If Bailey was Lieberman’s political rabbi, Lieberman, in turn, has been rabbi to a generation of New Democrat politicians, including Bill Clinton, who worked on Lieberman’s first Senate campaign, and Al Gore. For years, Lieberman has been chairman of the Democratic Leadership Council, the key think tank for New Democrats. Under Lieberman’s leadership, the DLC has played a key role in forging more conservative Democratic policies on crime, on privatization of Social Security and on NAFTA and other trade agreements. The Joe Lieberman who in the morning lauds the old power of the AFL-CIO in Hartford is in the afternoon back in Washington doing everything to strengthen the economic forces that make organized labor weaker.
What Gore understands — and hopes will translate nationally — is that Lieberman’s blend of suburban environmentalism and social conservatism has made him the top vote-grabber in modern Connecticut history. Lieberman typically runs ahead of all other Democrats on the ticket, pulling independent and Republican voters in large numbers.
The fact that he is Jewish helps in some quarters. So does his unctuous, occasionally self-deprecating demeanor. (A distinguished Jewish scholar tells of giving a speech, in Yiddish, at an event where Lieberman was on the podium. Afterward, Lieberman congratulated the scholar for the fine speech. “I didn’t know you speak Yiddish,” the scholar said. Lieberman admitted he didn’t — but thought it was a fine speech anyway.)
But what counts more than anything is an ability to curry favor with seemingly contradictory constituencies all at the same time, maintaining his voting record on labor and reproductive rights even while doing more than any other national figure to pull the Democratic Party rightward.

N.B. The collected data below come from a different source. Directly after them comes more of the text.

import Svg, { Circle, Path } from 'react-native-svg';
import { useTheme } from './ThemeProvider';
import { toneColour, type Tone } from './Text';

export type IconName = keyof typeof paths;

export interface IconProps {
  name: IconName;
  size?: number;
  tone?: Tone;
  colour?: string;
}

/** Our own line icons on a 24 grid. Always beside a word, so hidden from the screen reader. */
export function Icon({ name, size = 24, tone = 'ink', colour }: IconProps) {
  const { palette } = useTheme();
  const stroke = colour ?? toneColour(palette, tone);
  return (
    <Svg width={size} height={size} viewBox="0 0 24 24" fill="none" aria-hidden>
      <Path d={paths[name]} stroke={stroke} strokeWidth={1.75} strokeLinecap="round" strokeLinejoin="round" />
      {name === 'more'
        ? [5, 12, 19].map((x) => <Circle key={x} cx={x} cy={12} r={1.6} fill={stroke} />)
        : null}
    </Svg>
  );
}

const paths = {
  today: 'M4 6h16 M4 12h16 M4 18h9',
  recordings: 'M2.5 16c2.5 0 2.5-10 5-10s2.5 13 5.5 13 3-10 5.5-10c1.6 0 2 1.6 3 3.4',
  bench: 'M3 8h18 M3 16h18 M8 4.5v7 M15.5 12.5v7',
  sets: 'M4 4.5h16v6H4z M4 13.5h16v6H4z',
  trials: 'M3 19h18 M4 19c8-.5 12.5-5 15-14',
  more: '',
  back: 'M14.5 5.5 8 12l6.5 6.5',
  forward: 'M9.5 5.5 16 12l-6.5 6.5',
  down: 'M5.5 9.5 12 16l6.5-6.5',
  up: 'M5.5 14.5 12 8l6.5 6.5',
  plus: 'M12 5v14 M5 12h14',
  minus: 'M5 12h14',
  close: 'M6 6l12 12 M18 6 6 18',
  check: 'M5 12.5 10 17.5 19 7',
  search: 'M10.5 4a6.5 6.5 0 1 1 0 13 6.5 6.5 0 0 1 0-13z M15.5 15.5 20 20',
  upload: 'M12 16V4.5 M7 9l5-5 5 5 M4.5 15.5v4h15v-4',
  download: 'M12 4v11.5 M7 11l5 5 5-5 M4.5 15.5v4h15v-4',
  edit: 'M4.5 19.5l.8-4L15.7 5.1l3.2 3.2L8.5 18.7z M13.2 7.6l3.2 3.2',
  delete: 'M4.5 7h15 M9.5 7V4.5h5V7 M6.5 7l.8 12.5h9.4L17.5 7 M10.2 11v5 M13.8 11v5',
  undo: 'M8.5 5 4 9.5 8.5 14 M4.5 9.5H15a5 5 0 0 1 0 10h-3.5',
  redo: 'M15.5 5 20 9.5 15.5 14 M19.5 9.5H9a5 5 0 0 0 0 10h3.5',
  warn: 'M12 4 21 19.5H3z M12 10v4.5 M12 17v.2',
  stop: 'M8.2 3.5h7.6l4.7 4.7v7.6l-4.7 4.7H8.2l-4.7-4.7V8.2z M12 7.5v5.5 M12 16v.2',
  info: 'M12 3.5a8.5 8.5 0 1 1 0 17 8.5 8.5 0 0 1 0-17z M12 11v5.5 M12 7.6v.2',
  person: 'M12 4.5a3.5 3.5 0 1 1 0 7 3.5 3.5 0 0 1 0-7z M5 19.5c.6-3.6 3.4-5 7-5s6.4 1.4 7 5',
  team: 'M9 5.5a3 3 0 1 1 0 6 3 3 0 0 1 0-6z M2.8 18.8c.4-3 2.8-4.3 6.2-4.3s5.8 1.3 6.2 4.3 M16 6a2.7 2.7 0 0 1 0 5.2 M17.5 14.7c2.1.4 3.4 1.7 3.7 4.1',
  mail: 'M3.5 6h17v12.5h-17z M3.8 6.5 12 13l8.2-6.5',
  vehicle:
    'M3.5 15.5v-4l2-5h10l5 5v4z M7.5 13.7a1.9 1.9 0 1 1 0 3.8 1.9 1.9 0 0 1 0-3.8z M16.5 13.7a1.9 1.9 0 1 1 0 3.8 1.9 1.9 0 0 1 0-3.8z',
  pin: 'M9 4h6 M10 4v6l-3 3.5h10L14 10V4 M12 13.5V20',
  play: 'M7.5 5v14l11-7z',
  copy: 'M9 9h11v11H9z M5.5 15H4V4h11v1.5',
  file: 'M6 3.5h8l4.5 4.5v12.5H6z M14 3.5V8h4.5',
  keyboard: 'M3 6.5h18v11H3z M6.5 10h.2 M10 10h.2 M13.8 10h.2 M17.3 10h.2 M8 14h8',
  compare: 'M4.5 5h6v14h-6z M13.5 5h6v14h-6z M4.5 12h6 M13.5 9h6',
  map: 'M4 6.5h5 M4 12h5 M4 17.5h5 M15 6.5h5 M15 12h5 M15 17.5h5 M9 6.5l6 5.5 M9 12l6-5.5 M9 17.5h6',
  sun: 'M12 8a4 4 0 1 1 0 8 4 4 0 0 1 0-8z M12 2.8v2 M12 19.2v2 M2.8 12h2 M19.2 12h2 M5.5 5.5l1.4 1.4 M17.1 17.1l1.4 1.4 M18.5 5.5l-1.4 1.4 M6.9 17.1l-1.4 1.4',
  moon: 'M19.5 14.2A8 8 0 0 1 9.8 4.5a8 8 0 1 0 9.7 9.7z',
  leave: 'M10 4.5H4.5v15H10 M9.5 12H20 M16 8l4 4-4 4',
  link: 'M13.5 4.5h6v6 M19 5l-8.5 8.5 M17.5 14v5.5h-13v-13H10',
  chart: 'M4 4v16h16 M7.5 15.5l3.5-5 3 2.5 4.5-6.5',
  schedule: 'M3.5 20h17 M5.5 20V9h3v11 M11 20V9h3v11 M16.5 20V9h3v11 M5 4.5h14',
  fit: 'M4 9V4h5 M20 9V4h-5 M4 15v5h5 M20 15v5h-5',
  outage: 'M6 4v16 M18 4v16 M6 11l7-7 M6 17 18 5 M9 20l9-9 M15 20l3-3',
} as const;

Gore’s choice of Lieberman proves several things. First, it suggests that Ralph Nader’s Green Party challenge is not pressuring Gore to turn left: Either Gore is taking liberals’ votes for granted or he’s written Nader voters off altogether.(Connecticut liberals have resented Lieberman for years but been been powerless to stop his juggernaut at the polls. For liberals generally, a Gore-Lieberman ticket is a decidedly mixed blessing. On the one hand it shows just how far to the right Gore is willing to play. On the other, it gets Lieberman out of the Senate and out of consideration for the Supreme Court.)
It also shows tensions between the Gore campaign and Democrats in Congress; a Gore-Lieberman victory would give Connecticut Republican Gov. John Rowland a chance to name Lieberman’s successor, weakening the effort to forge a Democratic majority in Congress.
Far from being schizophrenic, the two Joe Liebermans represent a carefully calculated political persona, which is at the core of Al Gore’s own New Democrat faith. Yet it also suggests that the Gore campaign may have missed a key lesson of the still-resonating impeachment of President Clinton: When push comes to shove, Americans will choose a rake over a sermonizer, and secular realism over sanctimonious morality. The short-term strategy in choosing Lieberman may be to anchor the ticket and convey maturity against the callow Bush and hotheaded Dick Cheney. But for some voters, will Gore-Lieberman prove too pious a pill?